Collected data

-- Opening Marker --

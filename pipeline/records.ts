// Rows in force of a lot, as plain objects: what the stages after ingest start from.
import type { Table } from "apache-arrow";
import { InputError } from "../shared/errors.ts";
import { compareIds } from "../shared/ids.ts";
import type { Polarisation } from "../shared/vocabulary.ts";
import type { Ledger } from "./ledger/mod.ts";

/** Where a row was read. */
export interface Source {
  readonly file_name: string;
  readonly source_file: string;
  readonly source_line: number;
}

/** What a reading belongs to: `unit` is the full id of what `scope` says. */
export interface Placed extends Source {
  readonly scope: "guide" | "die" | "wafer";
  readonly unit: string;
  readonly wafer: string;
  readonly die_id: string | null;
  readonly guide_id: string | null;
}

export interface GuideRecord extends Source {
  readonly wafer: string;
  readonly die_id: string;
  readonly guide_id: string;
  readonly x_mm: number;
  readonly y_mm: number;
  readonly group: string | null;
  readonly width_um: number;
  readonly period_um: number;
  readonly length_mm: number;
  readonly poled_from_mm: number;
  readonly poled_length_mm: number;
}

export interface CutbackRecord extends Placed {
  readonly wavelength_nm: number;
  readonly polarisation: Polarisation;
  readonly length_mm: number;
  readonly insertion_loss_db: number;
  readonly u_insertion_loss_db: number | null;
}
export interface FringesRecord extends Placed {
  readonly wavelength_nm: number;
  readonly polarisation: Polarisation;
  readonly contrast: number;
  readonly u_contrast: number | null;
  readonly facet_state: "bare" | "coated";
}
export interface PolingRecord extends Placed {
  readonly window_start_mm: number;
  readonly window_length_mm: number;
  readonly domains: number;
  readonly duty_mean: number;
  readonly duty_sd: number;
  readonly merged: number;
}
export interface FacetsRecord extends Source {
  readonly coating_run: string;
  readonly facet: "in" | "out";
  readonly wavelength_nm: number;
  readonly reflectivity: number;
  readonly u_reflectivity: number | null;
}
export interface ModesRecord extends Placed {
  readonly wavelength_nm: number;
  readonly polarisation: Polarisation;
  readonly mfd_x_um: number;
  readonly mfd_y_um: number;
  readonly u_mfd_um: number | null;
}
export interface GeometryRecord extends Placed {
  readonly z_mm: number | null;
  readonly quantity: "width_um" | "film_thickness_nm" | "etch_depth_nm" | "titanium_nm";
  readonly value: number;
  readonly u_value: number | null;
}
export interface TuningRecord extends Placed {
  readonly scan: string;
  readonly process: string;
  readonly polarisations: string;
  readonly temperature_c: number;
  readonly wavelength_nm: number;
  readonly power_rel: number;
}
export interface CoatingRecord extends Source {
  readonly die_id: string;
  readonly facet: "in" | "out";
  readonly coating_run: string;
  readonly entry: number;
}
export interface UnavailableRecord extends Source {
  readonly die_id: string;
  readonly reason: string;
}
export interface LotRecord extends Source {
  readonly lot: string;
  readonly platform: string;
  readonly started: string | null;
}

/** Row types of the tables of an ingest run that later stages read. */
export interface RecordTables {
  readonly lots: LotRecord;
  readonly guides: GuideRecord;
  readonly coatings: CoatingRecord;
  readonly unavailable: UnavailableRecord;
  readonly cutback: CutbackRecord;
  readonly fringes: FringesRecord;
  readonly poling: PolingRecord;
  readonly facets: FacetsRecord;
  readonly modes: ModesRecord;
  readonly geometry: GeometryRecord;
  readonly tuning: TuningRecord;
}

/** Rows of an Arrow table as objects; lists become typed arrays, nulls stay null. */
export function rowsOf(table: Table): Record<string, unknown>[] {
  const names = table.schema.fields.map((f) => f.name);
  const columns = names.map((name) => table.getChild(name)!);
  return Array.from({ length: table.numRows }, (_, row) => {
    const object: Record<string, unknown> = {};
    for (let c = 0; c < names.length; c++) object[names[c]!] = columns[c]!.get(row);
    return object;
  });
}

/** Rows in force of one table of a lot, in order of file and line. */
export async function recordsOf<K extends keyof RecordTables>(
  ledger: Ledger,
  table: K,
  lot: string,
): Promise<RecordTables[K][]> {
  const parts = await ledger.readActive(table, lot);
  return parts.flatMap((part) => rowsOf(part.table)) as unknown as RecordTables[K][];
}

/** Lots of the ledger, in order. */
export async function lotsOf(ledger: Ledger): Promise<string[]> {
  return [...new Set((await ledger.activeFiles()).map((f) => f.lot))].sort(compareIds);
}

/** One guide's design and everything of the lot that later stages look up by id. */
export interface LotDesign {
  readonly lot: LotRecord;
  readonly guides: readonly GuideRecord[];
  readonly guideById: ReadonlyMap<string, GuideRecord>;
  readonly guidesOfDie: ReadonlyMap<string, readonly GuideRecord[]>;
  /** Coating run that counts (the last entry) per `die|facet`. */
  readonly coatingOf: ReadonlyMap<string, CoatingRecord>;
  readonly unavailable: ReadonlyMap<string, UnavailableRecord>;
}

/** Reads a lot's design. @throws InputError for a lot that the ledger does not hold */
export async function loadDesign(ledger: Ledger, lot: string): Promise<LotDesign> {
  const [record] = await recordsOf(ledger, "lots", lot);
  if (record === undefined) {
    const known = await lotsOf(ledger);
    throw new InputError(
      `Unknown lot ${JSON.stringify(lot)}: the ledger ${ledger.directory} holds ${
        known.length === 0 ? "none" : known.join(", ")
      }`,
      { value: lot },
    );
  }
  const guides = (await recordsOf(ledger, "guides", lot)).sort((a, b) => compareIds(a.guide_id, b.guide_id));
  const guidesOfDie = new Map<string, GuideRecord[]>();
  for (const guide of guides) {
    const list = guidesOfDie.get(guide.die_id);
    if (list === undefined) guidesOfDie.set(guide.die_id, [guide]);
    else list.push(guide);
  }
  const coatings = (await recordsOf(ledger, "coatings", lot)).sort((a, b) => a.entry - b.entry);
  const unavailable = await recordsOf(ledger, "unavailable", lot);
  return {
    lot: record,
    guides,
    guideById: new Map(guides.map((g) => [g.guide_id, g])),
    guidesOfDie,
    coatingOf: new Map(coatings.map((c) => [`${c.die_id}|${c.facet}`, c])),
    unavailable: new Map(unavailable.map((u) => [u.die_id, u])),
  };
}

-- Closing Marker --

## Exercise aim
Give back the opening line of the records above and every line after it, up to and including the one with "readonly mfd_x_um: number;", unchanged.

## Reply
filename pipeline/records.ts
// Rows in force of a lot, as plain objects: what the stages after ingest start from.
import type { Table } from "apache-arrow";
import { InputError } from "../shared/errors.ts";
import { compareIds } from "../shared/ids.ts";
import type { Polarisation } from "../shared/vocabulary.ts";
import type { Ledger } from "./ledger/mod.ts";

/** Where a row was read. */
export interface Source {
  readonly file_name: string;
  readonly source_file: string;
  readonly source_line: number;
}

/** What a reading belongs to: `unit` is the full id of what `scope` says. */
export interface Placed extends Source {
  readonly scope: "guide" | "die" | "wafer";
  readonly unit: string;
  readonly wafer: string;
  readonly die_id: string | null;
  readonly guide_id: string | null;
}

export interface GuideRecord extends Source {
  readonly wafer: string;
  readonly die_id: string;
  readonly guide_id: string;
  readonly x_mm: number;
  readonly y_mm: number;
  readonly group: string | null;
  readonly width_um: number;
  readonly period_um: number;
  readonly length_mm: number;
  readonly poled_from_mm: number;
  readonly poled_length_mm: number;
}

export interface CutbackRecord extends Placed {
  readonly wavelength_nm: number;
  readonly polarisation: Polarisation;
  readonly length_mm: number;
  readonly insertion_loss_db: number;
  readonly u_insertion_loss_db: number | null;
}
export interface FringesRecord extends Placed {
  readonly wavelength_nm: number;
  readonly polarisation: Polarisation;
  readonly contrast: number;
  readonly u_contrast: number | null;
  readonly facet_state: "bare" | "coated";
}
export interface PolingRecord extends Placed {
  readonly window_start_mm: number;
  readonly window_length_mm: number;
  readonly domains: number;
  readonly duty_mean: number;
  readonly duty_sd: number;
  readonly merged: number;
}
export interface FacetsRecord extends Source {
  readonly coating_run: string;
  readonly facet: "in" | "out";
  readonly wavelength_nm: number;
  readonly reflectivity: number;
  readonly u_reflectivity: number | null;
}
export interface ModesRecord extends Placed {
  readonly wavelength_nm: number;
  readonly polarisation: Polarisation;
  readonly mfd_x_um: number;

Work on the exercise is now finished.